Hybrid Nanophotonics

TL;DR

This paper reviews the development and properties of hybrid metal-dielectric nanostructures, highlighting their advantages over pure plasmonic systems for applications in sensing, light control, and nonlinear optics.

Contribution

It provides a comprehensive overview of the current theoretical and experimental progress in hybrid nanostructures, emphasizing their practical advantages and potential applications.

Findings

Hybrid nanostructures exhibit moderate dissipative losses.

They demonstrate resonant optical magnetic responses.

They enable control of light propagation and harmonic generation.

Abstract

Advances in the field of plasmonics, that is, nanophotonics based on optical properties of metal nanostructures, paved the way for the development of ultrasensitive biological sensors and other devices whose operating principles are based on localization of an electromagnetic field at the nanometer scale. However, high dissipative losses of metal nanostructures limit their performance in many modern areas, including metasurfaces, metamaterials, and optical interconnections, which required the development of new devices that combine them with high refractive index dielectric nanoparticles.
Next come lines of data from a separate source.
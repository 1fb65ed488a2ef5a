import { formatNumber, toShownDifference, unitName } from '@/lib/format'
import type { TemperatureUnit } from '@/lib/format'
import { percentAboveFromLog10, percentBelowFromLog10 } from '@/lib/science/dose-ratio'

/** "± 0.053 in log10 of dose": a half-width as the bench and the score use it. */
export function log10Words(log10: number): string {
  return `± ${formatNumber(log10, 3)}`
}

/** "13 % more or 11 % less dose" of a half-width in log10. */
export function doseShareWords(log10: number): string {
  const more = formatNumber(percentAboveFromLog10(log10), 0)
  const less = formatNumber(percentBelowFromLog10(log10), 0)
  return `${more} % more or ${less} % less dose`
}

/** "± 1.8 °C" */
export function halfWidthWords(halfC: number, unit: TemperatureUnit): string {
  return `± ${formatNumber(toShownDifference(halfC, unit), 1)}\u00a0${unitName(unit)}`
}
Resulting metal-dielectric (hybrid) nanostructures demonstrated many superior properties from the point of view of practical application, including moderate dissipative losses, resonant optical magnetic response, strong nonlinear optical properties, which made the development in this field the vanguard of the modern light science. This review is devoted to the current state of theoretical and experimental studies of hybrid metal-dielectric nanoantennas and nanostructures based on them, capable of selective scattering light waves, amplifying and transmitting optical signals in the desired direction, controlling the propagation of such signals, and generating optical harmonics.